[DATA RECORDS — start]

/* SPDX-License-Identifier: GPL-3.0-or-later
 * SPDX-FileCopyrightText: The Tiltfield developers
 */

/* Measures anew what the ledger holds, from the frames, and says what differs. Rows are taken
 * evenly over time. */

#include "tf-intake.h"

#include <math.h>
#include <string.h>

/* Relative difference that another compiler or machine may make in sums over a region; common
 * practice, no source. */
#define SAME 1e-6

static gboolean
same (double a, double b)
{
  if (isnan (a) || isnan (b))
    return isnan (a) && isnan (b);
  return fabs (a - b) <= SAME * MAX (fabs (a), fabs (b)) + 1e-9;
}

static const char *
differing (const TfMeasure *a, const TfMeasure *b)
{
  if (!same (a->flux_unsigned_mx, b->flux_unsigned_mx))
    return "flux_unsigned_mx";
  if (!same (a->imbalance, b->imbalance))
    return "imbalance";
  if (!same (a->lat_deg, b->lat_deg) || !same (a->carrington_lon_deg, b->carrington_lon_deg))
    return "lat_deg";
  if (!same (a->axis_bearing_deg, b->axis_bearing_deg)
      || !same (a->axis_tilt_deg, b->axis_tilt_deg))
    return "axis_tilt_deg";
  if (!same (a->separation_deg, b->separation_deg))
    return "separation_deg";
  if (a->leading_polarity != b->leading_polarity)
    return "leading_polarity";
  return NULL;
}

/* The frame of a row, opened once for as many rows as follow each other on it. */
typedef struct
{
  gint64 id;
  TfFrame *frame;
} Open;

static TfFrame *
frame_of (TfLedger *ledger, const TfRow *row, Open *open, TfNotes *findings)
{
  if (open->id == row->frame)
    return open->frame;
  g_clear_pointer (&open->frame, tf_frame_unref);
  open->id = row->frame;
  g_autoptr (TfFrameRow) its = tf_ledger_frame (ledger, row->frame, NULL);
  g_autofree char *checksum = its != NULL ? tf_frame_file_checksum (its->path, NULL, NULL) : NULL;
  if (checksum != NULL && strcmp (checksum, its->checksum) == 0)
    {
      TfFrameSpec spec = { its->hdu, its->plane };
      open->frame = tf_frame_open (its->path, &spec, NULL, NULL);
    }
  if (open->frame == NULL)
    tf_notes_add (findings, "frame-missing", "ss", tf_ledger_get_path (ledger), row->frame_path);
  return open->frame;
}

/* Figures of another version or that were not given are not this one's to judge. */
static const char *
differing_complexity (const TfFrame *frame, const TfRow *row, const TfMeasureParams *measure)
{
  TfComplexityParams params;
  if (!row->complexity.there
      || !tf_options_read_canonical (tf_complexity_options, &params, TF_COMPLEXITY_METHOD,
                                     row->complexity_method))
    return NULL;
  g_auto (TfComplexity) c = { 0 };
  tf_complexity_region (&c, frame, row->outline, measure, &params);
  TfComplexityRow now = tf_complexity_row (&c);
  return same (now.r_mx, row->complexity.r_mx)
                 && same (now.strong_gradient_length_mm, row->complexity.strong_gradient_length_mm)
             ? NULL
             : "r_schrijver_mx";
}

static void
remeasure (TfLedger *ledger, const TfRow *row, Open *open, TfNotes *findings)
{
  TfMeasureParams params;
  TfCorrection correction;
  if (!tf_measure_read_method (row->method, &params, &correction))
    return; /* a method of another version: its rows are not this one's to judge */
  TfFrame *header = frame_of (ledger, row, open, findings);
  if (header == NULL)
    return;
  g_auto (TfMeasure) measure = { 0 };
  g_autoptr (TfFrame) frame = tf_frame_corrected (header, &correction, NULL);
  const char *what = frame != NULL
                             && tf_measure_region (&measure, frame, row->outline, &params, NULL)
                         ? differing (&measure, &row->measure)
                         : "pixels";
  if (what == NULL)
    what = differing_complexity (frame, row, &params);
  const char *name = row->is_hint ? row->mark_id : row->region;
  if (what != NULL)
    tf_notes_add (findings, "measure-differs", "ssss", tf_ledger_get_path (ledger), name,
                  row->frame_path, what);
}

gboolean
tf_intake_remeasure (TfLedger *ledger, guint limit, TfNotes *findings, GError **error)
{
  g_return_val_if_fail (ledger != NULL && findings != NULL, FALSE);
  g_autoptr (GPtrArray) rows
      = tf_ledger_rows (ledger, &(TfRowQuery){ .marks = TRUE, .hints = TRUE, .complexity = TRUE }, error);
  if (rows == NULL)
    return FALSE;
  Open open = { 0 };
  guint n = MIN (limit, rows->len);
  for (guint k = 0; k < n; k++)
    remeasure (ledger, g_ptr_array_index (rows, (guint)((guint64)k * rows->len / n)), &open,
               findings);
  g_clear_pointer (&open.frame, tf_frame_unref);
  return TRUE;
}
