/* SPDX-License-Identifier: GPL-3.0-or-later
 * SPDX-FileCopyrightText: The Tiltfield developers
 */

/* Prints, as CSV, what inversion lines and complexity are worked out from and what comes out, for
 * complexity.py to work out with scipy. Arguments: which table, and which case: "pixels", "grid",
 * "lines", "figures". */

#include <stdio.h>
#include <stdlib.h>
#include <string.h>

#include "../region/region-builder.h"
#include "tf-complexity-private.h"
#include "tf-constants.h"

typedef struct
{
  BuilderFrame how;
  double radius_deg;
  guint n;
  BuilderPole poles[5];
} Case;

/* Disk centre, a radial product, upright; off centre on the equator, upright; turned, with noise; a
 * tangle, with noise. */
static const Case cases[] = {
  { { .scale_arcsec = 1.0,
      .distance_au = 1.0,
      .half_deg = 8.0,
      .fine = 3,
      .seed = 1,
      .radial = TRUE },
    5.0,
    2,
    { { 1.3, -0.4, 0.9, 1.4e22 }, { -1.2, 0.5, 0.8, -1.1e22 } } },
  { { .scale_arcsec = 1.0, .distance_au = 1.0, .lon = 40.0, .half_deg = 7.0, .fine = 3, .seed = 2 },
    4.5,
    2,
    { { 41.2, 0.3, 0.8, 1.2e22 }, { 38.9, -0.3, 0.7, -1.2e22 } } },
  { { .scale_arcsec = 2.0,
      .turn_deg = 31.0,
      .b0_deg = -5.0,
      .distance_au = 0.99,
      .lon = -25.0,
      .lat = 12.0,
      .half_deg = 8.0,
      .noise = 10.0,
      .fine = 3,
      .seed = 3 },
    5.0,
    3,
    { { -23.9, 11.5, 0.7, 9e21 }, { -26.3, 12.4, 0.9, -1.2e22 }, { -25.0, 13.6, 0.5, 3e21 } } },
  { { .scale_arcsec = 2.0,
      .turn_deg = 180.2,
      .b0_deg = 6.0,
      .distance_au = 1.01,
      .lon = 15.0,
      .lat = -18.0,
      .half_deg = 9.0,
      .noise = 15.0,
      .fine = 3,
      .seed = 4 },
    6.0,
    5,
    { { 16.9, -18.6, 0.7, 1e22 },
      { 13.1, -17.5, 0.8, -1e22 },
      { 15.2, -16.9, 0.5, 5e21 },
      { 15.0, -19.2, 0.6, -6e21 },
      { 18.1, -17.2, 0.5, -2.5e21 } } },
};

typedef struct
{
  TfFrame *frame;
  TfOutline *outline;
  TfMeasureParams measure;
  TfComplexityParams params;
} Made;

static void
make (Made *m, const Case *c)
{
  m->frame = builder_frame (&c->how, c->poles, c->n);
  m->outline = builder_cap (c->how.lon, c->how.lat, c->radius_deg);
  tf_measure_params_init (&m->measure);
  tf_complexity_params_init (&m->params);
}

static void
print_pixels (const Made *m)
{
  guint w = tf_frame_get_width (m->frame), h = tf_frame_get_height (m->frame);
  const float *pixels = tf_frame_get_pixels (m->frame);
  puts ("x,y,field");
  for (guint k = 0; k < w * h; k++)
    printf ("%u,%u,%.9g\n", k % w, k / w, (double)pixels[k]);
}

/* Four grids half a step apart; the first with the transverse field. Pixel places are 0-based, by
 * the frame's own geometry. */
static void
print_grid (const Made *m)
{
  const TfGeometry *g = tf_frame_get_geometry (m->frame);
  puts ("grid,column,row,x_mm,y_mm,pixel_x,pixel_y,value,field,mu,inside,transverse");
  for (guint s = 0; s < 4; s++)
    {
      g_autoptr (TfTraced) t = tf_traced_new (m->frame, m->outline, &m->measure, &m->params,
                                              0.5 * (s % 2), 0.5 * (s / 2), s == 0);
      for (gsize k = 0; k < t->patch->n; k++)
        {
          double x, y, unit[3], lon, lat, px, py, mu;
          tf_patch_node (t->patch, k, &x, &y);
          tf_patch_unit (t->patch, x, y, unit);
          tf_sphere_lonlat (unit, &lon, &lat);
          tf_geometry_sun_to_pixel (g, lon, lat, &px, &py, &mu);
          printf ("%u,%u,%u,%.12g,%.12g,%.12g,%.12g,%.12g,%.12g,%.12g,%u,%.12g\n", s,
                  (guint)(k % t->patch->width), (guint)(k / t->patch->width), x, y, px - 1.0,
                  py - 1.0, t->patch->value[k], t->field[k], mu, t->inside[k],
                  t->transverse != NULL ? t->transverse[k] : 0.0);
        }
    }
}

static void
print_lines (const Made *m)
{
  g_auto (TfInversion) inversion = { 0 };
  g_autoptr (TfTraced) t
      = tf_traced_new (m->frame, m->outline, &m->measure, &m->params, 0.0, 0.0, TRUE);
  tf_inversion_trace (&inversion, t, &m->params);
  puts ("line,x_mm,y_mm,lon_deg,lat_deg,gradient,transverse,length_mm,mean_gradient");
  for (guint k = 0; k < inversion.n; k++)
    for (guint i = 0; i < inversion.lines[k].n; i++)
      {
        const TfInversionPoint *p = &inversion.lines[k].points[i];
        double unit[3], x, y;
        tf_sphere_unit (p->lon_deg, p->lat_deg, unit);
        tf_patch_plane (t->patch, unit, &x, &y);
        printf ("%u,%.12g,%.12g,%.12g,%.12g,%.12g,%.12g,%.12g,%.12g\n", k, x, y, p->lon_deg,
                p->lat_deg, p->gradient_gauss_mm, p->transverse_gauss, inversion.lines[k].length_mm,
                inversion.lines[k].mean_gradient_gauss_mm);
      }
}

static void
print_figures (const Made *m)
{
  g_auto (TfComplexity) c = { 0 };
  tf_complexity_region (&c, m->frame, m->outline, &m->measure, &m->params);
  const TfGeometry *g = tf_frame_get_geometry (m->frame);
  puts ("r_mx,length_mm,strong_field_mm,strong_gradient_mm,weighted_gauss,max_gradient,flux_near_"
        "mx,pieces,radius_mm,pixel_arcsec,distance_mm");
  printf ("%.12g,%.12g,%.12g,%.12g,%.12g,%.12g,%.12g,%u,%.12g,%.12g,%.12g\n", c.r_mx, c.length_mm,
          c.strong_field_length_mm, c.strong_gradient_length_mm, c.gradient_weighted_gauss,
          c.max_gradient_gauss_mm, c.flux_near_mx, c.pieces, g->radius_mm,
          tf_geometry_scale_arcsec (g), g->distance_mm);
}

static const struct
{
  const char *name;
  void (*print) (const Made *m);
} tables[] = { { "pixels", print_pixels },
               { "grid", print_grid },
               { "lines", print_lines },
               { "figures", print_figures } };

int
main (int argc, char **argv)
{
  guint k = argc == 3 ? (guint)atoi (argv[2]) : G_MAXUINT;
  if (k >= G_N_ELEMENTS (cases))
    {
      fprintf (stderr, "outside-complexity TABLE CASE, cases 0 to %u\n",
               (guint)G_N_ELEMENTS (cases) - 1);
      return 2;
    }
  Made made;
  make (&made, &cases[k]);
  for (guint t = 0; t < G_N_ELEMENTS (tables); t++)
    if (strcmp (argv[1], tables[t].name) == 0)
      tables[t].print (&made);
  tf_frame_unref (made.frame);
  tf_outline_unref (made.outline);
  return 0;
}
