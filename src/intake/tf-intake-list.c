/* SPDX-License-Identifier: GPL-3.0-or-later
 * SPDX-FileCopyrightText: The Tiltfield developers
 */

/* Which files: those named, whatever they are called, and in folders those that are called like
 * frames. */

#include "tf-intake.h"

#include <string.h>
#include <sys/stat.h>
#include <glib/gi18n-lib.h>

typedef struct
{
  GHashTable *files;   /* set of absolute paths */
  GHashTable *folders; /* "device:inode" of those walked, against rings of links */
} List;

static gboolean
is_frame_name (const char *name)
{
  static const char *const endings[] = { ".fits", ".fit", ".fts", ".fits.gz", ".fz" };
  g_autofree char *lower = g_ascii_strdown (name, -1);
  for (guint k = 0; k < G_N_ELEMENTS (endings); k++)
    if (g_str_has_suffix (lower, endings[k]))
      return *name != '.';
  return FALSE;
}

static gboolean
is_new_folder (List *list, const char *path)
{
  struct stat info;
  if (stat (path, &info) != 0)
    return FALSE;
  return g_hash_table_add (list->folders,
                           g_strdup_printf ("%" G_GUINT64_FORMAT ":%" G_GUINT64_FORMAT,
                                            (guint64)info.st_dev, (guint64)info.st_ino));
}

static gboolean
add_folder (List *list, const char *folder, GError **error)
{
  if (!is_new_folder (list, folder))
    return TRUE;
  g_autoptr (GDir) dir = g_dir_open (folder, 0, error);
  if (dir == NULL)
    return FALSE;
  const char *name;
  while ((name = g_dir_read_name (dir)) != NULL)
    {
      g_autofree char *path = g_build_filename (folder, name, NULL);
      if (g_file_test (path, G_FILE_TEST_IS_DIR))
        {
          if (*name != '.' && !add_folder (list, path, error))
            return FALSE;
        }
      else if (is_frame_name (name))
        g_hash_table_add (list->files, g_steal_pointer (&path));
    }
  return TRUE;
}

static int
compare_names (gconstpointer a, gconstpointer b)
{
  return strcmp (*(char *const *)a, *(char *const *)b);
}

static char **
sorted (List *list)
{
  GPtrArray *names = g_ptr_array_new ();
  GHashTableIter iter;
  gpointer path;
  g_hash_table_iter_init (&iter, list->files);
  while (g_hash_table_iter_next (&iter, &path, NULL))
    g_ptr_array_add (names, g_strdup (path));
  g_ptr_array_sort (names, compare_names);
  g_ptr_array_add (names, NULL);
  return (char **)g_ptr_array_free (names, FALSE);
}

char **
tf_intake_list (char *const *paths, GError **error)
{
  g_return_val_if_fail (paths != NULL, NULL);
  g_autoptr (GHashTable) files = g_hash_table_new_full (g_str_hash, g_str_equal, g_free, NULL);
  g_autoptr (GHashTable) folders = g_hash_table_new_full (g_str_hash, g_str_equal, g_free, NULL);
  List list = { files, folders };
  for (guint k = 0; paths[k] != NULL; k++)
    {
      g_autofree char *full = g_canonicalize_filename (paths[k], NULL);
      if (!g_file_test (full, G_FILE_TEST_IS_DIR))
        g_hash_table_add (files, g_steal_pointer (&full));
      else if (!add_folder (&list, full, error))
        return NULL;
    }
  return sorted (&list);
}
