def invented():
    """Forty regions on three days each, as the Sun turns: what every table below says in its own way."""
    draw = np.random.default_rng(1947)
    n = 120
    region, day = np.arange(n) // 3, np.arange(n) % 3
    t = {"region": np.array([f"G{k:02d}" for k in region]), "days": 50.0 * region + day + 0.25 * draw.uniform(size=n)}
    t["lat"] = (np.where(region % 2 == 0, 1, -1) * (5 + region % 20)) + draw.uniform(-0.2, 0.2, n)
    t["cmd"] = -30 + 13.2 * day + draw.uniform(-0.5, 0.5, n)
    t["carrington"] = (9.0 * region + draw.uniform(-0.3, 0.3, n)) % 360
    t["tilt"] = draw.uniform(-70, 70, n)
    t["tilt"][7] = np.nan
    t["flux"] = 10 ** draw.uniform(21, 23, n)
    t["sep"] = draw.uniform(2, 9, n)
    t["lead"] = np.repeat(draw.choice([-1, 1], 40), 3)
    t["turned"] = draw.uniform(size=n) < 0.5  # whether the vector of the polarities points the other way along the axis
    return t


def iso(t):
    return [str(np.datetime64("1990-01-01T00:00:00.000") + np.timedelta64(round(d * 86400000), "ms")) + "Z" for d in t["days"]]


def decimal_year(t):
    """Part of the calendar year, as written by hand."""
    out = []
    for d in t["days"]:
        when = np.datetime64("1990-01-01T00:00:00") + np.timedelta64(round(d * 86400000), "ms")
        year = when.astype("datetime64[Y]")
        length = (year + 1).astype("datetime64[ms]") - year.astype("datetime64[ms]")
        out.append(int(str(year)) + float((when - year.astype("datetime64[ms]")) / length))
    return np.array(out)


def either_way(t):
    """The tilt in (-180, 180] of the vector, here the axis or its opposite."""
    tilt = t["tilt"]
    return np.where(t["turned"], np.where(tilt > 0, tilt - 180, tilt + 180), tilt)


def side(t):
    return np.where(t["lat"] >= 0, 1, -1)


# What is said, how it is written, its map (NULL: our names), the columns, the unit of each where the format has units.
CONVENTIONS = (
    ("our own names", "csv", None, lambda t: {
        "time": iso(t), "lat_deg": t["lat"], "cmd_deg": t["cmd"], "axis_tilt_deg": t["tilt"], "flux_unsigned_mx": t["flux"], "separation_deg": t["sep"],
        "leading_polarity": t["lead"], "region": t["region"]}, {}),
    ("Julian dates, radians of the file, tilts positive poleward, east positive", "fits",
     "time_jd = JD\nlat_deg = B\ncmd_deg = EAST ; positive east\naxis_tilt_deg = T ; positive poleward ; range 90\nflux_unsigned_mx = F\n"
     "separation_deg = S\nleading_polarity = P\nregion = NAME\n", lambda t: {
         "JD": 2447892.5 + t["days"], "B": t["lat"] * DEG, "EAST": -t["cmd"], "T": -t["tilt"], "F": t["flux"] / 1e8, "S": t["sep"] * 60, "P": t["lead"],
         "NAME": t["region"]}, {"B": "rad", "F": "Wb", "S": "arcmin"}),
    ("decimal years, tilts of 180 degrees, units told by the map", "csv",
     "time_year = Y\nlat_deg = B ; unit rad\ncmd_deg = L\npolarity_tilt_deg = G ; range 180 ; missing -999\nflux_unsigned_mx = F ; unit 10**21 Mx\n"
     "separation_deg = S\nleading_polarity = P\nregion = R\n", lambda t: {
         "Y": decimal_year(t), "B": t["lat"] * DEG, "L": t["cmd"], "G": np.where(np.isnan(t["tilt"]), -999, either_way(t)), "F": t["flux"] / 1e21,
         "S": t["sep"], "P": np.where(t["lead"] > 0, "+", "-"), "R": t["region"]}, {}),
    ("tilts of 90 degrees positive where the leader is north", "tabledata",
     "time = T\nlat_deg = B\ncmd_deg = L\naxis_tilt_deg = N ; positive north\nflux_unsigned_mx = F\nseparation_deg = S\nleading_polarity = P\nregion = R\n",
     lambda t: {"T": iso(t), "B": t["lat"], "L": t["cmd"], "N": -side(t) * t["tilt"], "F": t["flux"], "S": t["sep"], "P": t["lead"], "R": t["region"]}, {}),
    ("tilts of 180 degrees positive where the leader is south", "binary2",
     "time = T\nlat_deg = B\ncmd_deg = L\npolarity_tilt_deg = N ; range 180 ; positive south\nflux_unsigned_mx = F\nseparation_deg = S\nleading_polarity = P\n"
     "region = R\n", lambda t: {"T": iso(t), "B": t["lat"], "L": t["cmd"], "N": side(t) * either_way(t), "F": t["flux"], "S": t["sep"], "P": t["lead"],
                                "R": t["region"]}, {}),
    ("Carrington longitudes to 180 degrees, regions by place", "fits",
     "time = T\nlat_deg = B\ncarrington_lon_deg = C\ncmd_deg = L\naxis_tilt_deg = N\nflux_unsigned_mx = F\nseparation_deg = S\nleading_polarity = P\n"
     "region = none\n", lambda t: {"T": iso(t), "B": t["lat"], "C": np.where(t["carrington"] > 180, t["carrington"] - 360, t["carrington"]), "L": t["cmd"],
                                   "N": t["tilt"], "F": t["flux"], "S": t["sep"], "P": t["lead"]}, {}),
)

[DATA RECORDS — finish]

The word "from" occurs on some lines of the data. Give the number of those lines only.

2